Task prompt
Copy out every line of the records where the string "full" occurs.

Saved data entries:
------------------------------------------------

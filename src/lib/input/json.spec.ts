import { describe, expect, it } from 'vitest';
import { readJsonText } from './json';

describe('readJsonText', () => {
	it('reads ordinary JSON as JSON.parse does', () => {
		expect(readJsonText('{"name":"Alder Floors","rooms":[{"w":1}],"n":null}')).toEqual({
			ok: true,
			value: { name: 'Alder Floors', rooms: [{ w: 1 }], n: null }
		});
		expect(readJsonText('3')).toEqual({ ok: true, value: 3 });
	});

	it('refuses prototype keys at any depth, naming where', () => {
		expect(readJsonText('{"__proto__":{"polluted":1}}')).toEqual({
			ok: false,
			message: 'The key "__proto__" is not allowed',
			path: '__proto__'
		});
		expect(readJsonText('{"data":[{"constructor":{"prototype":{"x":1}}}]}')).toMatchObject({
			ok: false,
			path: 'data.0.constructor'
		});
		expect(readJsonText('{"a":{"prototype":1}}')).toMatchObject({ ok: false, path: 'a.prototype' });
		expect(({} as Record<string, unknown>).polluted).toBeUndefined();
	});

	it('refuses text that is not JSON, and documents nested past any of ours', () => {
		expect(readJsonText('{rooms')).toEqual({ ok: false, message: 'The body is not valid JSON' });
		expect(readJsonText('['.repeat(40) + ']'.repeat(40))).toMatchObject({
			ok: false,
			message: expect.stringContaining('nested more than 32 levels')
		});
		expect(readJsonText('['.repeat(20) + ']'.repeat(20))).toMatchObject({ ok: true });
	});
});
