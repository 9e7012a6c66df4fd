/** Migration 0002: plane maps of stored assembly results move to their own column and back, unchanged. */
import { QueryTypes } from 'sequelize';
import { afterAll, beforeAll, describe, expect, it } from 'vitest';
import { solveAssembly } from '@shared/engine/assembly/solve';
import { lx9Model } from '@shared/demo/lx9';
import * as m0002 from '../../../server/db/migrations/0002-result-maps';
import { makeTestApp, type TestApp } from '../helpers/testApp';

let t: TestApp;
beforeAll(async () => {
  t = await makeTestApp();
});
afterAll(async () => t.dispose());

describe('migration 0002-result-maps', () => {
  it('splits a stored result written before the change into result and maps, and merges it back on down', async () => {
    const qi = t.sequelize.getQueryInterface();
    const q = <T extends object>(sql: string, replacements: unknown[] = []) => t.sequelize.query<T>(sql, { replacements, type: QueryTypes.SELECT });
    const [{ id: variantId }] = await q<{ id: number }>('SELECT id FROM variants ORDER BY id LIMIT 1');
    const full = solveAssembly(lx9Model('A'), 'idle', { mapSize: 16 });

    await m0002.down(qi);
    const now = new Date().toISOString();
    await t.sequelize.query(
      "INSERT INTO stored_results (variant_id, kind, input_hash, result, created_at, updated_at) VALUES (?, 'assembly-steady', ?, ?, ?, ?), (?, 'transient-timeline', ?, ?, ?, ?)",
      { replacements: [variantId, 'a'.repeat(64), JSON.stringify(full), now, now, variantId, 'b'.repeat(64), '{"rows":[1,2]}', now, now] },
    );

    await m0002.up(qi);
    const [assembly] = await q<{ result: string; maps: string | null }>("SELECT result, maps FROM stored_results WHERE input_hash = ?", ['a'.repeat(64)]);
    const { maps, ...summary } = full;
    expect(JSON.parse(assembly.result)).toEqual(summary);
    expect(JSON.parse(assembly.maps!)).toEqual(maps);
    const [other] = await q<{ result: string; maps: string | null }>("SELECT result, maps FROM stored_results WHERE input_hash = ?", ['b'.repeat(64)]);
    expect(other).toEqual({ result: '{"rows":[1,2]}', maps: null });

    await m0002.down(qi);
    const [merged] = await q<{ result: string }>("SELECT result FROM stored_results WHERE input_hash = ?", ['a'.repeat(64)]);
    expect(JSON.parse(merged.result)).toEqual(full);
    await m0002.up(qi);
    const schema = await q<{ sql: string | null }>("SELECT sql FROM sqlite_master WHERE tbl_name = 'stored_results'");
    expect(schema.map((r) => r.sql).join('\n')).toMatch(/ON DELETE CASCADE[\s\S]*CREATE UNIQUE INDEX `stored_results_variant_id_kind_input_hash`/);
  });
});
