/** Queued write transactions: one at a time, on one shared connection; a failed one leaves nothing behind and the next gets a fresh connection. */
import fs from 'node:fs';
import os from 'node:os';
import path from 'node:path';
import { QueryTypes, type Sequelize, type Transaction } from 'sequelize';
import { afterAll, beforeAll, describe, expect, it } from 'vitest';
import { openDatabase } from '../../../server/db/sequelize';

let db: Sequelize;
let dir: string;
beforeAll(async () => {
  dir = fs.mkdtempSync(path.join(os.tmpdir(), 'heatloom-queue-'));
  db = await openDatabase(dir);
  await db.query('CREATE TABLE marks (id INTEGER PRIMARY KEY, n INTEGER NOT NULL)');
});
afterAll(async () => {
  await db.close();
  fs.rmSync(dir, { recursive: true, force: true });
});

const connectionOf = (t: Transaction) => (t as unknown as { connection: unknown }).connection;
const insert = (n: number, t: Transaction) => db.query('INSERT INTO marks (n) VALUES (?)', { replacements: [n], transaction: t });
const count = async (n: number) => (await db.query<{ c: number }>('SELECT COUNT(*) AS c FROM marks WHERE n = ?', { replacements: [n], type: QueryTypes.SELECT }))[0].c;

describe('queued write transactions (own invariants)', () => {
  it('run one at a time on one shared connection, however many are asked for at once', async () => {
    const seen = new Set<unknown>();
    let open = 0;
    let most = 0;
    await Promise.all(
      Array.from({ length: 20 }, (_, i) =>
        db.transaction(async (t) => {
          open++;
          most = Math.max(most, open);
          seen.add(connectionOf(t));
          await insert(1000 + i, t);
          await new Promise((r) => setTimeout(r, 1));
          open--;
        }),
      ),
    );
    expect(most).toBe(1);
    expect(seen.size).toBe(1);
    expect((await db.query<{ c: number }>('SELECT COUNT(*) AS c FROM marks WHERE n >= 1000', { type: QueryTypes.SELECT }))[0].c).toBe(20);
  });

  it('a failed transaction is rolled back and the next one gets a fresh connection that works', async () => {
    let before: unknown;
    await db.transaction(async (t) => void (before = connectionOf(t)));
    await expect(db.transaction(async (t) => {
      await insert(7, t);
      throw new Error('fails after a write');
    })).rejects.toThrow('fails after a write');
    expect(await count(7)).toBe(0);
    let after: unknown;
    await db.transaction(async (t) => {
      after = connectionOf(t);
      await insert(8, t);
    });
    expect(after).not.toBe(before);
    expect(await count(8)).toBe(1);
  });

  it('a transaction that commits and reopens its own transaction inside is still rolled back on failure; the next one works', async () => {
    await expect(db.transaction(async (t) => {
      await insert(9, t);
      await db.query('COMMIT', { transaction: t });
      await db.query('BEGIN', { transaction: t });
      await insert(10, t);
      throw new Error('left a transaction open');
    })).rejects.toThrow('left a transaction open');
    expect(await count(10)).toBe(0);
    await db.transaction(async (t) => insert(11, t));
    expect(await count(11)).toBe(1);
  });
});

------------------------------------------------

Answer space
    const full = solveAssembly(lx9Model('A'), 'idle', { mapSize: 16 });
      { replacements: [variantId, 'a'.repeat(64), JSON.stringify(full), now, now, variantId, 'b'.repeat(64), '{"rows":[1,2]}', now, now] },
    const { maps, ...summary } = full;
    expect(JSON.parse(merged.result)).toEqual(full);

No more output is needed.